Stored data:

--- START ---

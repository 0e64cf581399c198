using System.Diagnostics;
using CourseSim.Engine;
using CourseSim.Equilibrium;

namespace CourseSim.Benchmarks;

/// <summary>Options of the report commands (defaults keep `report` to a few minutes on a loaded 2-core machine).</summary>
public sealed record ReportOptions
{
    public int Repeats { get; init; } = 3;
    public int BigBoards { get; init; } = 2000;
    public double AfterStartS { get; init; } = 120;
    public bool BigTimings { get; init; }
    public int BatchRaces { get; init; } = 12;
    public int Threads { get; init; } = 2;
}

--- END ---

The answer should reproduce all of the data without any alteration.

repository 0e64cf581399c198
using System.Diagnostics;
using CourseSim.Engine;
using CourseSim.Equilibrium;

namespace CourseSim.Benchmarks;

/// <summary>Options of the report commands (defaults keep `report` to a few minutes on a loaded 2-core machine).</summary>
public sealed record ReportOptions
{
    public int Repeats { get; init; } = 3;
    public int BigBoards { get; init; } = 2000;
    public double AfterStartS { get; init; } = 120;
    public bool BigTimings { get; init; }
    public int BatchRaces { get; init; } = 12;
    public int Threads { get; init; } = 2;
}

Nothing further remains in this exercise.